They used to release RHEL kernels with hundreds of patches that could be
applied in line, or removed/fixed individually. Now they keep one tree that
they manage privately and release only the fully-patched source, without any
documentation about what's changed or why. Your only hope of figuring out what
has been changed or getting help in fixing it is to pay for support, or browse
the commits at Oracle's RedPatch
([https://oss.oracle.com/git/?p=redpatch.git](https://oss.oracle.com/git/?p=redpatch.git)).
Basically, a RHEL kernel is an obscure product designed to make them money.

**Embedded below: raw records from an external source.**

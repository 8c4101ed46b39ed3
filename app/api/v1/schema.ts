import { z } from "zod";

// Pieces shared by the read-only API's handlers (app/api/v1) and its OpenAPI description
// (app/api/openapi.json): the handlers parse with these, the document is generated from them.

export const eventIdParams = z
  .object({
    eventId: z.uuid().meta({ description: "The event's id (GET /api/v1/events lists those the token may read)." }),
  })
  .strict();

export const errorBody = z
  .object({
    error: z.object({
      code: z.string().meta({
        description:
          "A stable code: bad_request, api_token_refused, forbidden, not_found, method_not_allowed, rate_limited, internal.",
      }),
      message: z
        .string()
        .meta({ description: "What went wrong, in the caller's language (Accept-Language: en, es, fr)." }),
      fields: z.array(z.object({ field: z.string(), message: z.string() })),
    }),
  })
  .meta({ id: "Error" });

/** Every v1 handler answers only GET; a token never writes. */
export const READ_ONLY_NOTE = "Tokens are read-only: any method other than GET is answered 405.";
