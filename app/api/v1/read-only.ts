import { ApiError, handle } from "@/lib/http/errors";

// Public by design (in the sense of the route-table test): it only ever answers 405, so a
// token never writes, whoever calls.
export const readOnly = handle(async () => {
  throw new ApiError("method_not_allowed");
});
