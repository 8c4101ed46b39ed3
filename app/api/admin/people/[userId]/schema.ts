import { z } from "zod";
import { plainText } from "@/lib/validation/text";

/** What the site admin does to an account: lock (with a reason), unlock, or end every session. */
export const adminPersonInput = z
  .object({ action: z.enum(["lock", "unlock", "end_sessions"]), reason: plainText(1000).trim().default("") })
  .strict()
  .refine((d) => d.action !== "lock" || d.reason.length > 0, { error: "reasonRequired", path: ["reason"] });

/** Erasing an account from the console: the person's address typed to confirm, and why. */
export const adminEraseInput = z
  .object({ confirm: z.string().max(254), reason: plainText(1000).trim().min(1, { error: "reasonRequired" }) })
  .strict();
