"""Pictures of the results: the flown ascent, the delta-v ledgers, dispersions, sweeps, splits.

Every figure is a :class:`matplotlib.figure.Figure` drawn on the non-interactive Agg canvas
without pyplot, so no global state changes and no window opens. matplotlib is imported
inside the functions, never when this module is imported: the command line stays fast.
Values arrive in SI and are converted to the display units (``--units``) here, with the
same factors as the terminal tables.

The style is our own and plain: white background, a thin grey grid, one dark ink colour,
and distinct line styles, hatches and markers instead of colours, so that a picture reads
the same printed in greyscale. Each figure carries a caption line with the mission's name,
the tool's version and the reminder that these are planning estimates.

Series carry a ``gid`` (``"altitude"``, ``"ideal"``, ``"target_contour"``, ...) so that a
report or a test can find what was drawn without relying on drawing order.
"""

from __future__ import annotations

import io
import math
from collections.abc import Sequence
from dataclasses import dataclass
from pathlib import Path
from typing import TYPE_CHECKING, Any

import numpy as np
import numpy.typing as npt

from propulsion import __version__
from propulsion.atmosphere import TOP_ALTITUDE
from propulsion.errors import RequestError
from propulsion.text import plural
from propulsion.units import DisplayUnits, format_number, to_display

if TYPE_CHECKING:
    from matplotlib.axes import Axes
    from matplotlib.figure import Figure

    from propulsion.ascent import FlightResult
    from propulsion.ledger import BudgetResult
    from propulsion.mission import Mission
    from propulsion.stage_split import SplitResult
    from propulsion.studies.capacity import CapacityResult
    from propulsion.studies.scatter import ScatterResult
    from propulsion.studies.sweep import SweepResult
    from propulsion.vehicle import DragCurve, Stage

__all__ = [
    "FIGURE_SIZE",
    "FLIGHT_FIGURE_SIZE",
    "PLOT_FORMATS",
    "PlotError",
    "budget_ledger_figure",
    "check_plot_path",
    "drag_curve_figure",
    "figure_bytes",
    "flight_figure",
    "flight_ledger_figure",
    "plot_format",
    "save_figure",
    "scatter_figure",
    "split_curve",
    "split_figure",
    "sweep_figure",
    "thrust_curve_figure",
]

FloatArray = npt.NDArray[np.float64]

PLOT_FORMATS = {".png": "png", ".svg": "svg"}
"""File extension -> format of the pictures that can be written."""
DPI = 100
"""Resolution of the pictures [dots per inch]: an 8 x 5 in figure is 800 x 500 pixels."""
FLIGHT_FIGURE_SIZE = (8.0, 9.0)
"""Size of the flight figure [in]."""
FIGURE_SIZE = (8.0, 5.0)
"""Size of the other figures [in]."""

INK = "#1d2b3a"
"""The one dark colour of every series."""
GREY = "#6f6f6f"
"""Secondary lines: event marks, targets, labels."""
PALE = "#c9ced4"
"""Fill of reference bars (requirements)."""
GRID = "#dedede"
"""The thin grid."""
_G0 = 9.80665  # standard gravity [m/s²] (CGPM 1901), for accelerations shown in g

# Short labels of the events marked on the flight figure's event strip (a leading space:
# the end of a stage's event name, "booster burnout" -> "booster b/o").
_EVENT_LABELS: tuple[tuple[str, str], ...] = (
    ("rail exit", "rail exit"),
    (" burnout", "b/o"),
    (" separation", "sep."),
    (" ignition", "ign."),
    ("max dynamic pressure", "max q"),
    ("engine cutoff (orbit)", "cutoff"),
    ("apogee", "apogee"),
    ("ground impact", "impact"),
)
EVENT_STRIP_RATIO = 0.42
"""Height of the flight figure's event strip, as a share of one time panel's [-]."""
EVENT_FONT_SIZE = 6.5
"""Size of the event labels [pt]."""
_EVENT_LANES = (0.6, 0.33, 0.06)  # heights of the label lanes in the strip [axes fraction]

# Dispersed fields that move the apogee sideways: the wind and the launch angles.
_SIDEWAYS_FIELDS = ("wind_speed", "elevation", "azimuth")


class PlotError(RequestError):
    """A picture that cannot be drawn or written (unknown file type, unsuitable result)."""


# --- files -------------------------------------------------------------------------------


def plot_format(path: str | Path) -> str:
    """The picture format a file name asks for, from its extension.

    Parameters
    ----------
    path : str or Path
        The file to write.

    Returns
    -------
    str
        ``"png"`` or ``"svg"``.

    Raises
    ------
    PlotError
        The extension is neither ``.png`` nor ``.svg`` (in any letter case).

    References
    ----------
    .. [1] ISO/IEC 15948:2004, Portable Network Graphics (PNG) specification; W3C, Scalable
       Vector Graphics (SVG) 1.1, 2nd ed., 2011: the two formats behind the extensions.
    """
    suffix = Path(path).suffix.lower()
    if suffix not in PLOT_FORMATS:
        shown = f"'{Path(path).suffix}'" if Path(path).suffix else "no extension"
        raise PlotError(
            f"cannot write the picture {path}: the file name has {shown}",
            "a file name ending in .png or .svg",
        )
    return PLOT_FORMATS[suffix]
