@compiled
def _root_on_interpolant(  # type: ignore[no-untyped-def]
    kind,
    g_start,
    g_end,
    tolerance,
    t0,
    y0,
    k,
    f0,
    f1,
    h,
    z,
    p,
    s,
    c,
    tb,
    fr,
    state,
    work,
    point=0.0,
):
    """Fraction of the step where an event function crosses zero, on the step's continuous
    extension (:func:`_dense`).

    Illinois regula falsi to ``tolerance`` in the fraction; returns the end of the final
    bracket on the far side of the root. Kinds past the events are table points: the
    value is the table's variable minus ``point``.
    """
    f = work[150 : 150 + NY]
    a = work[170 : 170 + NA]
    lo, hi = 0.0, 1.0
    glo, ghi = g_start, g_end
    side = 0
    for _ in range(60):
        theta = (lo * ghi - hi * glo) / (ghi - glo)
        if not lo < theta < hi:
            theta = 0.5 * (lo + hi)
        _dense(y0, f0, k, f1, h, theta, state)
        derivative(t0 + theta * h, state, z, p, s, c, tb, fr, f, a, work)
        if kind < N_KINDS:
            gm = _event_value(kind, a, p)
        else:
            gm = _knot_value(kind - N_KINDS, a, z, tb) - point
        if not math.isfinite(gm):
            return hi
        if gm * ghi > 0.0 or gm == 0.0:
            hi, ghi = theta, gm
            if side == -1:
                glo *= 0.5
            side = -1
        else:
            lo, glo = theta, gm
            if side == 1:
                ghi *= 0.5
            side = 1
        if hi - lo < tolerance or gm == 0.0:
            break
    return hi


# ----------------------------------------------------------------------------------------
# One flight
# ----------------------------------------------------------------------------------------
@compiled
def _set_event(slot, t, y, z, p, s, c, tb, fr, ev_t, ev_y, ev_d, work):  # type: ignore[no-untyped-def]
    ev_t[slot] = t
    for j in range(NY):
        ev_y[slot, j] = y[j]
    describe(t, y, z, p, s, c, tb, fr, ev_d[slot], work)


@compiled
def _enter_free(z: np.ndarray, a: np.ndarray, p: np.ndarray) -> None:
    """Start free flight: hold the thrust direction if the air is too slow to steer it."""
    if a[A_AIR_SPEED] < p[P_HOLD_SPEED]:
        z[Z_HOLD] = 1.0
        for j in range(3):
            z[Z_HOLD_DIRECTION + j] = a[A_DIRECTION + j]
    else:
        z[Z_HOLD] = 0.0


@compiled
def _burn_time(k: int, s: np.ndarray, tb: Tables) -> float:
    row = s[k]
    if row[S_IS_MOTOR] > 0.5:
        return row[S_TIME_SCALE] * tb.curve_time[tb.curve_start[k + 1] - 1]
    if row[S_MASS_FLOW] > 0.0:
        return row[S_USABLE] / row[S_MASS_FLOW]
    return 0.0


@compiled
def _next_curve_point(t: float, z: np.ndarray, s: np.ndarray, tb: Tables) -> float:
    """Time of the next thrust-curve point of a burning motor (inf if none)."""
    if z[Z_PHASE] != BURNING:
        return INF
    k = int(z[Z_STAGE])
    if s[k, S_IS_MOTOR] < 0.5:
        return INF
    lo, hi = tb.curve_start[k], tb.curve_start[k + 1]
    scale = s[k, S_TIME_SCALE]
    start = z[Z_IGNITION_TIME]
    i = int(z[Z_CURVE_INDEX])
    if i < lo:
        i = lo
    while i < hi and start + scale * tb.curve_time[i] <= t * (1.0 + 1e-15) + 1e-12:
        i += 1
    z[Z_CURVE_INDEX] = i
    if i >= hi:
        return INF
    return start + scale * tb.curve_time[i]
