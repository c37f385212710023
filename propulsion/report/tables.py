"""Terminal tables (rich) for the ledgers, findings and data listings.

Values arrive in SI and are converted to the chosen display units here.
"""

from __future__ import annotations

import math
from collections.abc import Callable, Iterable, Sequence
from typing import TYPE_CHECKING, Any

from rich import box
from rich.console import Console, Group, RenderableType
from rich.panel import Panel
from rich.table import Table
from rich.text import Text

from propulsion.atmosphere import TOP_ALTITUDE
from propulsion.report.cautions import SAFETY_CAUTION, SAFETY_TITLE
from propulsion.text import plural
from propulsion.units import (
    DisplayUnits,
    column_decimals,
    format_column,
    format_fixed,
    format_number,
    format_plain,
    to_display,
)

if TYPE_CHECKING:
    from propulsion.ascent import FlightResult
    from propulsion.catalog import PropellantFamily
    from propulsion.ledger import BudgetResult
    from propulsion.margins import FlightVerdict
    from propulsion.mission import Mission
    from propulsion.plausibility import Finding
    from propulsion.sizing import SizingResult, SizingSolution
    from propulsion.stage_split import SplitResult
    from propulsion.studies.scatter import ScatterResult
    from propulsion.vehicle import DragCurve, Motor

__all__ = [
    "budget_view",
    "caution_panel",
    "check_view",
    "closure_text",
    "data_view",
    "findings_view",
    "flight_view",
    "mission_summary",
    "print_view",
    "scatter_view",
    "sizing_view",
    "sparkline",
    "split_view",
    "verdict_text",
]
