class _Table:
    """A view of one TOML table that reads fields, checks them and names them in errors."""

    def __init__(
        self,
        builder: _Builder,
        data: Any,
        path: tuple[str | int, ...],
        allowed: set[str],
    ) -> None:
        self.builder = builder
        self.path = path
        if not isinstance(data, Mapping):
            raise self.error("", f"is {_kind(data)}", "a table of fields")
        self.data = data
        for key in data:
            if key not in allowed:
                close = difflib.get_close_matches(str(key), sorted(allowed), n=1, cutoff=0.6)
                hint = f"did you mean '{close[0]}'?" if close else ""
                known = ", ".join(sorted(allowed))
                raise self.error(
                    str(key),
                    "unknown field" + (f"; {hint}" if hint else ""),
                    f"one of: {known}",
                )

    def name(self, key: str = "") -> str:
        parts: list[str] = []
        for part in self.path:
            if isinstance(part, int):
                parts[-1] += f"[{part + 1}]"
            else:
                parts.append(part)
        if key:
            parts.append(key)
        return ".".join(parts)

    def error(self, key: str, problem: str, expected: str = "") -> MissionError:
        line = self.builder.locate(self.path, key)
        return MissionError(self.builder.source, self.name(key), problem, expected, line)

    def has(self, key: str) -> bool:
        return key in self.data

    def string(
        self, key: str, default: str | None = None, required: bool = False, path: bool = False
    ) -> str:
        """A text field, stripped and cleaned of control codes (:func:`printable`), so none
        reaches a table, picture, report or export; a ``path`` is kept as written (the
        data-file reader refuses one that holds control codes)."""
        if key not in self.data:
            if required or default is None:
                raise self.error(key, "is missing", "text")
            return default
        value = self.data[key]
        if not isinstance(value, str) or not printable(value).strip():
            raise self.error(key, f"is {_kind(value)}", "non-empty text")
        return value.strip() if path else printable(value).strip()

    def strings(self, key: str) -> list[str]:
        if key not in self.data:
            raise self.error(key, "is missing", 'a list of names, for example ["booster"]')
        value = self.data[key]
        if isinstance(value, str):
            value = [value]
        if (
            not isinstance(value, list)
            or not value
            or not all(isinstance(item, str) and item for item in value)
        ):
            raise self.error(key, f"is {_kind(value)}", 'a list of names, for example ["booster"]')
        return [printable(item).strip() for item in value]  # as string() cleans the names

    def integer(self, key: str, default: int, low: int, high: int) -> int:
        if key not in self.data:
            return default
        value = self.data[key]
        if isinstance(value, bool) or not isinstance(value, int):
            raise self.error(key, f"is {_kind(value)}", f"a whole number from {low} to {high}")
        if not low <= value <= high:
            raise self.error(key, f"is {value}", f"a whole number from {low} to {high}")
        return value

    def quantity(
        self,
        key: str,
        dimension: str,
        *,
        required: bool = False,
        default: float | None = None,
        low: float | None = None,
        high: float | None = None,
        low_inclusive: bool = True,
        expected: str = "",
    ) -> float | None:
        """Read a quantity field, convert it to SI, and check its range."""
        if key not in self.data:
            if required:
                raise self.error(key, "is missing", f"a {dimension} in {UNIT_HINTS[dimension]}")
            return default
        value = self.data[key]
        if isinstance(value, bool):
            raise self.error(key, "is true/false", f"a {dimension}")
        if isinstance(value, int | float):
            if dimension != "dimensionless":
                raise self.error(
                    key,
                    f"the bare number {value} has no unit",
                    f"a {dimension} written with its unit in {UNIT_HINTS[dimension]}",
                )
            try:
                number = float(value)
            except OverflowError:
                raise self.error(key, "the number is too large", f"a {dimension}") from None
            if not math.isfinite(number):
                raise self.error(key, f"is {value}", "a finite number")
        elif isinstance(value, str):
            try:
                number = parse_quantity(value, dimension)
            except UnitParseError as exc:
                raise self.error(
                    key, exc.reason, f"a {dimension} in {UNIT_HINTS[dimension]}"
                ) from exc
        else:
            raise self.error(key, f"is {_kind(value)}", f"a {dimension} in {UNIT_HINTS[dimension]}")
        too_low = low is not None and (number < low if low_inclusive else number <= low)
        too_high = high is not None and number > high
        if too_low or too_high:
            expected = expected or _range_text(dimension, low, high, low_inclusive)
            problem = "too large" if too_high else "too small"
            raise self.error(key, f"{value!r} is {problem}", expected)
        return number

    def table(self, key: str, allowed: set[str]) -> _Table | None:
        if key not in self.data:
            return None
        return _Table(self.builder, self.data[key], (*self.path, key), allowed)
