/// Run `cagehand log`.
pub fn run(args: &Args) -> anyhow::Result<ExitCode> {
    let l = super::load_profile(args.profile.as_deref())?;
    let opts = &args.data.with(args.action.who());
    let mut out = std::io::stdout().lock();
    match &args.action {
        Action::Show { json } => {
            let (book, report) = opts.open_reporting(&l, Access::Read)?;
            if let Some(n) = trust_note(&report, &book) {
                say_err!("cagehand: warning: {n}");
            }
            if *json {
                let j = ShowJson {
                    schema: "cagehand.log_show/1",
                    vehicle: &l.profile.vehicle.id,
                    log: book.path().display().to_string(),
                    records: book.records(),
                    integrity: integrity_json(&book, &report.integrity),
                };
                super::write_json(&mut out, &j)?;
            } else {
                write_title(&mut out, &l, &book)?;
                if let Some(h) = report.integrity.headline() {
                    writeln!(out, "WARNING: {h}")?;
                    write_integrity(&mut out, &report.integrity)?;
                }
                for r in book.records() {
                    writeln!(
                        out,
                        "#{:<4} {}  {:<10} {:<11} {}",
                        r.seq,
                        terminal(&r.time),
                        terminal(&r.operator),
                        r.event.name(),
                        terminal(&r.event.summary())
                    )?;
                }
            }
        }
        Action::Health { json } => {
            let (book, report) = opts.open_reporting(&l, Access::Read)?;
            let note = trust_note(&report, &book);
            let h = assess(&l, book.records());
            for w in &h.warnings {
                say_err!("cagehand: warning: {}", terminal(w));
            }
            let pending = cagehand::logbook::detection::pending_warning(
                &cagehand::logbook::pending(book.records()),
            );
            if *json && let Some(p) = &pending {
                say_err!("cagehand: warning: PENDING: {p}");
            }
            if *json {
                let j = HealthJson {
                    schema: "cagehand.health/1",
                    vehicle: &l.profile.vehicle.id,
                    log: book.path().display().to_string(),
                    log_found: !report.new_file,
                    records: book.records().len(),
                    log_warning: note.clone(),
                    pending_warning: pending.clone(),
                    worst: h.worst(),
                    members: &h.members,
                    warnings: &h.warnings,
                };
                super::write_json(&mut out, &j)?;
            } else {
                let vid = terminal(&l.profile.vehicle.id);
                if report.new_file {
                    writeln!(out, "health of {vid}: NO RECORDS (no cage log found)")?;
                } else {
                    writeln!(
                        out,
                        "health of {vid} from {} records: worst {}",
                        book.records().len(),
                        h.worst().label()
                    )?;
                    writeln!(
                        out,
                        "chain head {} (keep it to check the log later: `cagehand log verify --head SEQ:HASH`)",
                        head_text(&book)
                    )?;
                }
                if let Some(n) = &note {
                    writeln!(out, "WARNING: {}", terminal(n))?;
                    write_integrity(&mut out, &report.integrity)?;
                }
                if let Some(p) = &pending {
                    writeln!(out, "PENDING: {p}")?;
                }
                write_health_table(&mut out, &h)?;
                let act = h.to_act_on();
                if !act.is_empty() {
                    writeln!(out)?;
                    writeln!(out, "to act on:")?;
                    for m in act {
                        writeln!(out, "{} {}", terminal(&m.id), m.status.label())?;
                        for r in &m.reasons {
                            writeln!(out, "    {}", terminal(r))?;
                        }
                    }
                }
                writeln!(out)?;
                writeln!(out, "Caution: {}", export::CAUTION)?;
            }
        }
        Action::Finding {
            member, kind, note, ..
        } => {
            let member = member_id(&l, member)?;
            let kind = finding_kind(kind)?;
            let mut book = opts.open(&l, Access::Write)?;
            let ev = Event::Finding(FindingEvent {
                member,
                kind,
                note: note.clone(),
            });
            let (rec, ch) = record(&l, opts, &mut book, ev)?;
            writeln!(
                out,
                "recorded #{} in the cage log of {} ({}): {}",
                rec.seq,
                l.profile.vehicle.id,
                book.path().display(),
                terminal(&rec.event.summary())
            )?;
            write_changes(&mut out, &ch)?;
        }
        Action::Replace {
            member, part, note, ..
        } => {
            let member = member_id(&l, member)?;
            // `--part` may be left out (the command's contract), but a part
            // given empty is a mistake, not a lot number.
            let part = match part.as_deref().map(str::trim) {
                Some("") => {
                    return Err(bad_input(
                        "--part is empty: give the part number or lot that went in, or leave --part out",
                    ));
                }
                p => p.map(str::to_string),
            };
            let mut book = opts.open(&l, Access::Write)?;
            let ev = Event::Replacement(ReplacementEvent {
                member,
                part: part.clone(),
                note: note.clone(),
            });
            let (rec, ch) = record(&l, opts, &mut book, ev)?;
            writeln!(
                out,
                "recorded #{} in the cage log of {} ({}): {}",
                rec.seq,
                l.profile.vehicle.id,
                book.path().display(),
                terminal(&rec.event.summary())
            )?;
            write_changes(&mut out, &ch)?;
            if part.is_none() {
                say_err!(
                    "cagehand: warning: record #{} names no part or lot: an inspector will ask which lot went in (give --part; the screens require it)",
                    rec.seq
                );
            }
        }
        Action::Note { text, repeat, .. } => {
            if text.trim().is_empty() {
                return Err(bad_input("the note is empty"));
            }
            let operator = opts.operator()?;
            let mut book = opts.open(&l, Access::Write)?;
            for i in 0..*repeat {
                let text = if *repeat > 1 {
                    format!("{text} {}", i + 1)
                } else {
                    text.clone()
                };
                let rec = book
                    .append(
                        &operator,
                        jiff::Timestamp::now(),
                        Event::Note(NoteEvent { text }),
                    )
                    .map_err(store_err)
                    .context("nothing was recorded")?;
                writeln!(out, "recorded #{}", rec.seq)?;
            }
            say_err!(
                "cagehand: written to the cage log of {} ({})",
                l.profile.vehicle.id,
                book.path().display()
            );
        }
        Action::Pending { json } => {
            let (book, _) = opts.open_reporting(&l, Access::Read)?;
            let pending = cagehand::logbook::pending(book.records());
            if *json {
                // The issue's contract: an array of pending detections.
                super::write_json(&mut out, &pending)?;
            } else if pending.is_empty() {
                writeln!(
                    out,
                    "no pending detections in the cage log of {} ({})",
                    l.profile.vehicle.id,
                    book.path().display()
                )?;
            } else {
                writeln!(
                    out,
                    "{} pending in the cage log of {} ({}):",
                    cagehand::text::count(pending.len(), "detection", "detections"),
                    l.profile.vehicle.id,
                    book.path().display()
                )?;
                for p in &pending {
                    let speed = match p.speed_m_per_s {
                        Some(v) => format!("{v:.1} m/s"),
                        None => "speed unknown".to_string(),
                    };
                    writeln!(
                        out,
                        "#{:<4} {}  {:>5.1} g  {:<5} {speed}  ({})",
                        p.seq, p.time, p.peak_g, p.face, p.source
                    )?;
                }
                let args = same_log_args(&l, opts);
                writeln!(
                    out,
                    "confirm: `cagehand log confirm SEQ{args}`; dismiss: `cagehand log dismiss SEQ --reason TEXT{args}`"
                )?;
            }
        }
        Action::Confirm {
            seq,
            face,
            node,
            peak_accel_g,
            speed,
            surface,
            note,
            json,
            ..
        } => {
            // Pre-fill from the detection (read now; checked again under the
            // write lock before anything is recorded).
            let (book, _) = opts.open_reporting(&l, Access::Read)?;
            check_pending(&book, *seq)?;
            let Some(d) = cagehand::logbook::detection::detection(book.records(), *seq).cloned()
            else {
                return Err(bad_input(format!("record #{seq} is not a detection")));
            };
            drop(book);
            let (face, node) = match (face, node) {
                (None, None) => (Some(d.face.clone()), None),
                other => (other.0.clone(), other.1.clone()),
            };
            // Neither given: the detection's own input, by the rule the
            // screens' form follows (`DetectionEvent::confirm_input`).
            let (peak_accel_g, speed) = match (peak_accel_g, speed) {
                (None, None) => match d.confirm_input() {
                    ConfirmInput::Speed(v) => (None, Some(v)),
                    ConfirmInput::PeakG(g) => (Some(g), None),
                },
                (g, v) => (*g, *v),
            };
            let impact_args = super::impact_cmd::Args {
                profile: super::ProfileArg {
                    profile: args.profile.clone(),
                },
                face,
                node,
                speed,
                peak_accel_g,
                surface: surface.clone(),
                contact_duration_s: None,
                dry_run: false,
                note: note.clone(),
                log: opts.clone(),
                json: *json,
            };
            drop(out);
            return super::impact_cmd::run_loaded(&impact_args, &l, Some(*seq));
        }
        Action::Dismiss { seq, reason, .. } => {
            if reason.trim().is_empty() {
                return Err(bad_input(
                    "--reason is empty: say why it was not a crash (e.g. \"hand launch\")",
                ));
            }
            let operator = opts.operator()?;
            let mut book = opts.open(&l, Access::Write)?;
            check_pending(&book, *seq)?;
            let v = cagehand::logwork::Vehicle {
                profile: &l.profile,
                cage: &l.cage,
            };
            let rec = cagehand::logwork::dismiss(
                v,
                &mut book,
                &operator,
                jiff::Timestamp::now(),
                *seq,
                reason,
            )
            .map_err(|e| match e {
                cagehand::logwork::WorkError::Store(s) => store_err(s),
                other => bad_input(other.to_string()),
            })?
            .record;
            writeln!(
                out,
                "detection #{seq} dismissed: record #{} in the cage log of {} ({})",
                rec.seq,
                l.profile.vehicle.id,
                book.path().display()
            )?;
        }
        Action::Verify { head, json } => {
            return verify(&mut out, &l, opts, head.as_deref(), *json);
        }
        Action::Export { format, out: path } => {
            let (book, report) = opts.open_reporting(&l, Access::Read)?;
            let note = trust_note(&report, &book);
            let h = assess(&l, book.records());
            let text = match format {
                ExportFormat::Md => {
                    let log_path = book.path().display().to_string();
                    let generated = cagehand::logbook::format_time(jiff::Timestamp::now());
                    let header = ReportHeader {
                        vehicle_id: &l.profile.vehicle.id,
                        vehicle_name: &l.profile.vehicle.name,
                        profile: &l.profile.source,
                        log_path: &log_path,
                        generated: &generated,
                        head: book.head(),
                        integrity: Some(&report.integrity),
                    };
                    let margin = super::margin_cmd::compute(
                        &l,
                        book.records(),
                        None,
                        cagehand::margin::Strikes::Faces,
                    )
                    .map_err(|e| format!("{e:#}"));
                    let md = export::markdown_with_margin(
                        &header,
                        book.records(),
                        &h,
                        Some(margin.as_ref().map_err(Clone::clone)),
                    );
                    match (&note, report.new_file) {
                        // The warning goes right under the title, where a
                        // reader of the printed report cannot miss it.
                        // (Integrity problems are placed there by the
                        // report itself.)
                        (Some(n), true) => match md.split_once('\n') {
                            Some((title, rest)) => format!(
                                "{title}\n\n> **Warning.** {}\n{rest}",
                                cagehand::text::markdown(n)
                            ),
                            None => {
                                format!("> **Warning.** {}\n\n{md}", cagehand::text::markdown(n))
                            }
                        },
                        _ => md,
                    }
                }
                ExportFormat::Csv => export::csv_with_records(
                    &h,
                    book.records(),
                    book.head(),
                    Some(&report.integrity),
                ),
            };
            match path {
                Some(p) => {
                    refuse_log_as_output(p, book.path())?;
                    write_file(p, text.as_bytes())?;
                    writeln!(out, "wrote {}", p.display())?;
                }
                None => out.write_all(text.as_bytes())?,
            }
        }
    }
    Ok(ExitCode::SUCCESS)
}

The primary reason RHEL kernels aren't stable is the bug this thread is about.
There is no valid reason to backport a change to swappiness behavior into a
'stable' kernel. The whole idea behind 'stable' is _it works, so don 't change
it_. But RHEL has other ideas.

RHEL kernels are more likely to contain security holes than a vanilla kernel
of the same version, partially due to the backporting of new or changing
functionality. They also don't get as much testing and scrutiny as the vanilla
tree. Besides internal testing, changes that aren't included in stock linux
kernels are introduced into Fedora for their users to beta-test. Over time
we've seen plenty of security holes make it into otherwise 'stable' RHEL
kernels and tools by RHEL backports. It's usually a feature they're importing
that brings along with it additional attack surface, or introduces a hole in
pre-existing functionality.

It's also a big pain in the ass to get a RHEL kernel to support something a
normal kernel would support, due to the major changes. You also have to modify
whatever patches you want to apply on top of RHEL since most people create
patches targeting the vanilla tree and not RHEL. In general if you have a
problem with the RHEL kernel you have a lot better chance of success by
throwing it out and downloading a vanilla kernel.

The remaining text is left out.